▶ [Records supplied]
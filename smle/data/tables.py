"""Loading a table: a CSV or Parquet path (read by :mod:`smle.data.textfile` without
tracebacks) or a DataFrame, with the source's name for messages."""

from __future__ import annotations

import os
from pathlib import Path

import numpy as np
import pandas as pd

from smle.data import textfile
from smle.errors import SmleInputError, describe


def load_table(source) -> tuple[pd.DataFrame, str | None]:
    """A raw frame from a path or a frame, and the file name used in messages.

    A frame's non-default index becomes a column so that it can serve as the key. What was
    inferred while reading a file (encoding, separator, compression) is in
    ``frame.attrs["notes"]`` (see :mod:`smle.data.textfile`).
    """
    if isinstance(source, pd.DataFrame):
        frame = source
        if not isinstance(frame.index, pd.RangeIndex):
            frame = frame.reset_index()
        frame = frame.copy()
        frame.attrs = {"notes": list(source.attrs.get("notes", []))}
        offsets = source.attrs.get("utc_offset_ns")
        if offsets is not None and len(offsets) == len(frame):
            frame.attrs["utc_offset_ns"] = np.asarray(offsets)  # the clock as written
        return frame, None
    if isinstance(source, pd.Series):
        return load_table(source.to_frame())
    if not isinstance(source, (str, os.PathLike)):
        raise SmleInputError(
            f"source={describe(source)} is not accepted; pass a path to a CSV or Parquet file "
            f"or a pandas DataFrame")
    path = Path(source)
    if not path.exists():
        raise SmleInputError(f"source={str(path)!r}: no such file")
    notes: list[str] = []
    if path.suffix.lower() in (".parquet", ".pq"):
        frame = _read_parquet(path)
    else:
        frame, notes = textfile.read_csv_file(path)
    frame.attrs = {"notes": notes}
    return frame, path.name


def _read_parquet(path: Path) -> pd.DataFrame:
    try:
        import pyarrow  # noqa: F401  (only to give a clear message when it is missing)
    except ImportError as error:
        raise SmleInputError(
            f"source={str(path)!r} is a Parquet file, which needs the optional package "
            f"pyarrow (pip install pyarrow); CSV files need nothing extra") from error
    if path.is_dir():
        raise SmleInputError(f"source={str(path)!r} is a directory, not a file; accepted: "
                              f"{textfile.ACCEPTED}")
    try:
        frame = pd.read_parquet(path)
    except Exception as error:  # pyarrow raises several unrelated types for a damaged file
        raise SmleInputError(
            f"source={str(path)!r} could not be read as Parquet ({type(error).__name__}: "
            f"{' '.join(str(error).split())[:200]}); accepted: {textfile.ACCEPTED}") from None
    if not isinstance(frame.index, pd.RangeIndex):
        frame = frame.reset_index()
    return frame
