"""Trading sessions in intraday data: clock times, the sampling interval, the session the
data usually keep (inferred when not given), and the refusal of daily data where intraday
data are needed (used by :func:`smle.data.prepare_daily`)."""

from __future__ import annotations

import numpy as np
import pandas as pd

from smle.errors import SmleInputError, describe


DAY_NS = 86_400 * 10**9


def clock_seconds(text: str, argument: str) -> float:
    """Seconds after midnight of a clock time ``"HH:MM"`` or ``"HH:MM:SS"``."""
    try:
        parts = [float(part) for part in str(text).split(":")]
        if not 2 <= len(parts) <= 3:
            raise ValueError
        hours, minutes, seconds = (parts + [0.0])[:3]
        if not (0 <= hours < 24 and 0 <= minutes < 60 and 0 <= seconds < 60):
            raise ValueError
    except ValueError:
        raise SmleInputError(
            f"{argument}={describe(text)} is not a clock time; use 'HH:MM' or 'HH:MM:SS' "
            f"(24-hour, venue time)") from None
    return hours * 3600.0 + minutes * 60.0 + seconds


def interval_seconds(interval, session_seconds: float) -> float:
    try:
        seconds = pd.Timedelta(interval).total_seconds()
    except (ValueError, TypeError):
        raise SmleInputError(
            f"interval={describe(interval)} is not a duration; use e.g. '5min', '30s', '1h'"
        ) from None
    if not 0 < seconds <= session_seconds:
        raise SmleInputError(
            f"interval={interval!r} must be positive and at most the session length "
            f"({session_seconds / 60:g} min)")
    return seconds


def clock_text(seconds: float) -> str:
    whole = int(round(seconds))
    hours, rest = divmod(whole, 3600)
    minutes, secs = divmod(rest, 60)
    return f"{hours:02d}:{minutes:02d}" + (f":{secs:02d}" if secs else "")


def day_runs(day_number: np.ndarray) -> tuple[np.ndarray, np.ndarray]:
    """First and last row of each run of equal day numbers (data are sorted in time)."""
    starts = np.flatnonzero(np.r_[True, day_number[1:] != day_number[:-1]])
    ends = np.r_[starts[1:], len(day_number)] - 1
    return starts, ends


def mode(values: np.ndarray, latest: bool = False) -> float:
    """The most common value; among equally common ones the earliest (or the latest), so
    that a tie widens the session rather than cutting a day short."""
    found, counts = np.unique(values, return_counts=True)
    tied = found[counts == counts.max()]
    return float(tied[-1] if latest else tied[0])


def usual_session(day_number: np.ndarray, clock: np.ndarray, bars: bool) -> tuple[float, float]:
    """The data's own session, in seconds after midnight: the most common minute of a day's
    first row (for bars stamped at their end, less the most common bar length) and of its
    last row (rounded up to the minute)."""
    starts, ends = day_runs(day_number)
    first = np.floor(clock[starts] / 60.0) * 60.0
    if bars:
        same_day = day_number[1:] == day_number[:-1]
        gaps = np.diff(clock)[same_day]
        gaps = gaps[gaps > 0]
        if len(gaps):
            first = np.maximum(np.floor((clock[starts] - mode(gaps)) / 60.0) * 60.0, 0.0)
    last = np.minimum(np.ceil(clock[ends] / 60.0) * 60.0, 86_400.0 - 1.0)
    return mode(first), mode(last, latest=True)


def refuse_daily(day_number: np.ndarray, clock: np.ndarray, source: str | None) -> None:
    """Intraday preparation needs several rows per day: one a day means daily data."""
    starts, _ = day_runs(day_number)
    if len(starts) > 1 and len(starts) == len(day_number):
        where = f" in {source}" if source is not None else ""
        at = "midnight" if not clock.any() else "one time a day"
        raise SmleInputError(
            f"source{where} has one row per date ({len(starts)} dates, at {at}): these are "
            f"daily data, and intraday preparation needs several rows per day. Use "
            f"prepare_from_daily, or prepare_file(kind='daily') (command line: smle prepare "
            f"--kind daily, or the default --kind auto)")
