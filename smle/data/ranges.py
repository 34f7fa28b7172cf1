"""Range-based estimators of one day's variance from its open, high, low and close.

All take prices (arrays or Series of equal length, one entry per day) and return the
variance of the day's log price over the session in ``unit`` squared (percent squared by
default). With ``u = ln(high/open)``, ``d = ln(low/open)``, ``c = ln(close/open)``:

* Parkinson: ``(u - d)^2 / (4 ln 2)``.
* Garman-Klass: ``0.5 (u - d)^2 - (2 ln 2 - 1) c^2`` (their practical form, nearly as
  efficient as their best analytic estimator).
* Rogers-Satchell: ``u (u - c) + d (d - c)``, unbiased also when the price has a drift.

Under a driftless Brownian motion with variance sigma^2 per day each is unbiased for
sigma^2, with variance about 0.407, 0.27 and 0.33 sigma^4, against 2 sigma^4 for the squared
open-to-close return. Ranges read from a discretely sampled path are too narrow, so these
estimators are biased low on sparse bars.

References:
  Parkinson, M. (1980). The extreme value method for estimating the variance of the rate of
  return. Journal of Business 53, 61-65.
  Garman, M. B. and Klass, M. J. (1980). On the estimation of security price volatilities
  from historical data. Journal of Business 53, 67-78.
  Rogers, L. C. G. and Satchell, S. E. (1991). Estimating variance from high, low and closing
  prices. Annals of Applied Probability 1, 504-512.
"""

from __future__ import annotations

import numpy as np
import pandas as pd

from smle.data import units
from smle.errors import SmleInputError

LOG_2 = np.log(2.0)


def _rows(mask: np.ndarray, labels) -> str:
    """The first few offending rows: 0-based positions, with the labels of a Series."""
    where = np.flatnonzero(mask)
    shown = []
    for i in where[:5]:
        label = f" ({labels[i]})" if labels is not None else ""
        shown.append(f"{int(i)}{label}")
    return f"row(s) {', '.join(shown)}{', ...' if len(where) > 5 else ''} ({len(where)} in all)"


def _checked_logs(**prices) -> list[np.ndarray]:
    """Log prices after checking the bar rules; an error names the argument and the rows.

    Prices must be finite and positive, with low <= high and open and close inside
    [low, high]: otherwise an estimator returns NaN, a number for an impossible day, or a
    negative variance.
    """
    labels = None
    arrays = {}
    for name, price in prices.items():
        if labels is None and isinstance(price, pd.Series):
            labels = [str(getattr(label, "date", lambda: label)()) for label in price.index]
        try:
            arrays[name] = np.asarray(price, dtype=float)
        except (TypeError, ValueError):
            raise SmleInputError(f"{name} must be numbers (prices); got "
                                 f"{type(price).__name__}") from None
    shapes = {name: value.shape for name, value in arrays.items()}
    if len(set(shapes.values())) != 1:
        raise SmleInputError(f"prices must have one shape; got {shapes}")
    for name, value in arrays.items():
        bad = ~(np.isfinite(value) & (value > 0))
        if bad.any():
            first = value[np.flatnonzero(bad)[0]]
            raise SmleInputError(
                f"{name} has a non-positive or missing price at {_rows(bad, labels)}, first "
                f"{first!r}; accepted: finite positive prices (logs are taken of them)")
    high, low = arrays["high"], arrays["low"]
    bad = high < low
    if bad.any():
        i = np.flatnonzero(bad)[0]
        raise SmleInputError(
            f"high is below low at {_rows(bad, labels)}, first high = {high[i]!r} < low = "
            f"{low[i]!r}; accepted: low <= high on every day")
    for name in ("open_price", "close"):
        if name in arrays:
            value = arrays[name]
            bad = (value < low) | (value > high)
            if bad.any():
                i = np.flatnonzero(bad)[0]
                raise SmleInputError(
                    f"{name} lies outside [low, high] at {_rows(bad, labels)}, first "
                    f"{value[i]!r} outside [{low[i]!r}, {high[i]!r}]; accepted: low <= "
                    f"{name} <= high on every day")
    return [np.log(value) for value in arrays.values()]


def parkinson(high, low, unit: str = "percent") -> np.ndarray:
    """Parkinson (1980) variance from the day's high and low, in ``unit`` squared."""
    log_high, log_low = _checked_logs(high=high, low=low)
    return units.scale(unit) ** 2 * (log_high - log_low) ** 2 / (4.0 * LOG_2)


def garman_klass(open_price, high, low, close, unit: str = "percent") -> np.ndarray:
    """Garman-Klass (1980) variance from open, high, low and close, in ``unit`` squared."""
    log_open, log_high, log_low, log_close = _checked_logs(open_price=open_price, high=high,
                                                           low=low, close=close)
    up, down, change = log_high - log_open, log_low - log_open, log_close - log_open
    return units.scale(unit) ** 2 * (0.5 * (up - down) ** 2 - (2.0 * LOG_2 - 1.0) * change ** 2)


def rogers_satchell(open_price, high, low, close, unit: str = "percent") -> np.ndarray:
    """Rogers-Satchell (1991) variance from open, high, low and close, in ``unit`` squared."""
    log_open, log_high, log_low, log_close = _checked_logs(open_price=open_price, high=high,
                                                           low=low, close=close)
    up, down, change = log_high - log_open, log_low - log_open, log_close - log_open
    return units.scale(unit) ** 2 * (up * (up - change) + down * (down - change))


ESTIMATORS = {"parkinson": parkinson, "garman_klass": garman_klass,
              "rogers_satchell": rogers_satchell}


def range_measures(bars, names=tuple(ESTIMATORS), unit: str = "percent") -> dict:
    """The named range estimators for a frame (or mapping) with open/high/low/close columns."""
    out = {}
    for name in names:
        if name == "parkinson":
            out[name] = parkinson(bars["high"], bars["low"], unit)
        else:
            out[name] = ESTIMATORS[name](bars["open"], bars["high"], bars["low"], bars["close"],
                                         unit)
    return out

▶ [Required work]
Of the entries above, repeat exactly the lines between the line with "and last row" and the line with "np.ndarray, bars: bool)", inclusive, and no others.

▶ [Task result]
    """First and last row of each run of equal day numbers (data are sorted in time)."""
    starts = np.flatnonzero(np.r_[True, day_number[1:] != day_number[:-1]])
    ends = np.r_[starts[1:], len(day_number)] - 1
    return starts, ends


def mode(values: np.ndarray, latest: bool = False) -> float:
    """The most common value; among equally common ones the earliest (or the latest), so
    that a tie widens the session rather than cutting a day short."""
    found, counts = np.unique(values, return_counts=True)
    tied = found[counts == counts.max()]
    return float(tied[-1] if latest else tied[0])


def usual_session(day_number: np.ndarray, clock: np.ndarray, bars: bool) -> tuple[float, float]:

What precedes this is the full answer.